Poetry is a powerful dependency management and packaging tool for Python projects, offering isolated virtual environments and reproducible builds. Using Jupyter Notebook with Poetry allows you to work seamlessly within the same environment managed by Poetry, ensuring all your dependencies are consistent.

This guide will take you through the steps to get up and running with Jupyter Notebook using Poetry.


Step 1: Install Poetry Using pip

You can install Poetry using pip, the Python package installer. Run the following command:

pip install poetry

After installation, verify that Poetry is installed and accessible:

poetry --version

Step 2: Create a New Poetry Project

Create a new directory for your project and initialize it with Poetry:

mkdir my-jupyter-project
cd my-jupyter-project
poetry init --no-interaction

This generates a pyproject.toml file to manage your project’s dependencies.

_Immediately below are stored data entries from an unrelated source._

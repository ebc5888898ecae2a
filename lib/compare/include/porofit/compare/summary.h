#pragma once
// Model comparison across samples (common practice: summed AICc, win counts,
// median weights), as an accumulator that works while samples stream in:
//
//   GroupAccumulator acc(options.group_by, options.criterion);
//   for each sample i (any order, any thread, one call per i):
//     acc.Add(i, fields_of_sample_i, comparison_of_sample_i);
//   ComparisonSummary s = acc.Finish();
//
// Add() keeps only a few numbers per sample and model; Finish() orders them
// by sample index before summing, so the result depends on the sample order
// only, never on the order of the Add() calls or the thread count. Add() is
// not thread-safe: callers serialise it (or merge accumulators with Merge()).
#include <cstddef>
#include <map>
#include <string>
#include <vector>

#include "porofit/compare/comparison.h"

namespace porofit::compare {

/// A sample's fields by name (id, lithology, orientation, measurement,
/// branch, cycle, and any free-form field), as text.
using SampleFieldMap = std::map<std::string, std::string>;

/// Summary of one model within one group.
struct GroupModelSummary {
  std::string model_id;
  int samples_with_model = 0;  ///< samples of the group that asked for the model
  int samples_usable = 0;      ///< ... whose fit was included (criterion score defined)
  int wins = 0;                ///< samples where it ranked first by the criterion
  /// Sum of the criterion over the group's complete samples (every model of
  /// the group included); NaN when the group has none.
  double summed_score = 0;
  double median_weight = 0;    ///< median Akaike weight (criterion-based) over samples_usable; NaN if none
  double mean_delta = 0;       ///< mean criterion difference to the sample's best, over samples_usable; NaN if none
};

struct GroupSummary {
  std::vector<std::string> key;  ///< values of the group_by fields ("(none)" where a sample lacks the field)
  std::string label;             ///< key joined with " / " ("all samples" for no grouping)
  int samples = 0;               ///< samples in the group
  int samples_compared = 0;      ///< samples with at least one included model
  int complete_samples = 0;      ///< samples where every model of the group was included
  std::vector<GroupModelSummary> models;  ///< in order of first appearance in the group
};

struct ComparisonSummary {
  Criterion criterion = Criterion::kAicc;
  std::vector<std::string> group_by;
  std::vector<GroupSummary> groups;  ///< in order of their first sample
  int samples = 0;
};

class GroupAccumulator {
 public:
  GroupAccumulator(std::vector<std::string> group_by, Criterion criterion);

  /// Records sample `index` (its position in the study). Each index at most
  /// once (programmer error otherwise: aborts).
  void Add(std::size_t index, const SampleFieldMap& fields, const SampleComparison& comparison);
  /// Adds every sample of `other` (same group_by and criterion).
  void Merge(const GroupAccumulator& other);
  ComparisonSummary Finish() const;

 private:
  struct ModelEntry {
    std::string id;
    bool included = false;
    bool best = false;
    double score = 0, weight = 0, delta = 0;
  };
  struct Entry {
    std::size_t index = 0;
    std::vector<std::string> key;
    std::vector<ModelEntry> models;
  };
  std::vector<std::string> group_by_;
  Criterion criterion_;
  std::vector<Entry> entries_;
};

}  // namespace porofit::compare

Step 3: Add Jupyter and ipykernel as Dependencies

Add Jupyter Notebook as a development dependency:

poetry add --dev jupyter ipykernel

You can also add other libraries you plan to use (e.g., pandas, numpy):

poetry add pandas numpy

Step 4: Install the Jupyter Kernel for Your Poetry Environment

Make your Poetry virtual environment available as a kernel in Jupyter so you can select it when you launch notebooks:

poetry run python -m ipykernel install --user --name=my-jupyter-project

Replace my-jupyter-project with a meaningful name for your kernel.


Step 5: Launch Jupyter Notebook

Run Jupyter Notebook using Poetry to ensure you are using the correct virtual environment:

poetry run jupyter notebook

This command will start Jupyter Notebook in your browser. When you create or open a notebook, make sure to select the kernel named after your Poetry environment (my-jupyter-project in this example).


Step 6: Start Coding!

You now have a fully isolated environment managed by Poetry, using Jupyter Notebook for your interactive computing. All the dependencies installed via Poetry are ready to use.


Optional: Using Jupyter Lab

If you prefer Jupyter Lab, you can add and run it similarly:

poetry add --dev jupyterlab
poetry run jupyter lab

This method ensures your Jupyter notebooks are reproducible, isolated, and aligned with your Poetry-managed Python environment, improving project consistency and collaboration.

If you use VSCode, be sure to select the Poetry virtual environment interpreter and the corresponding Jupyter kernel to have a smoother development experience.

Enjoy coding with Poetry and Jupyter!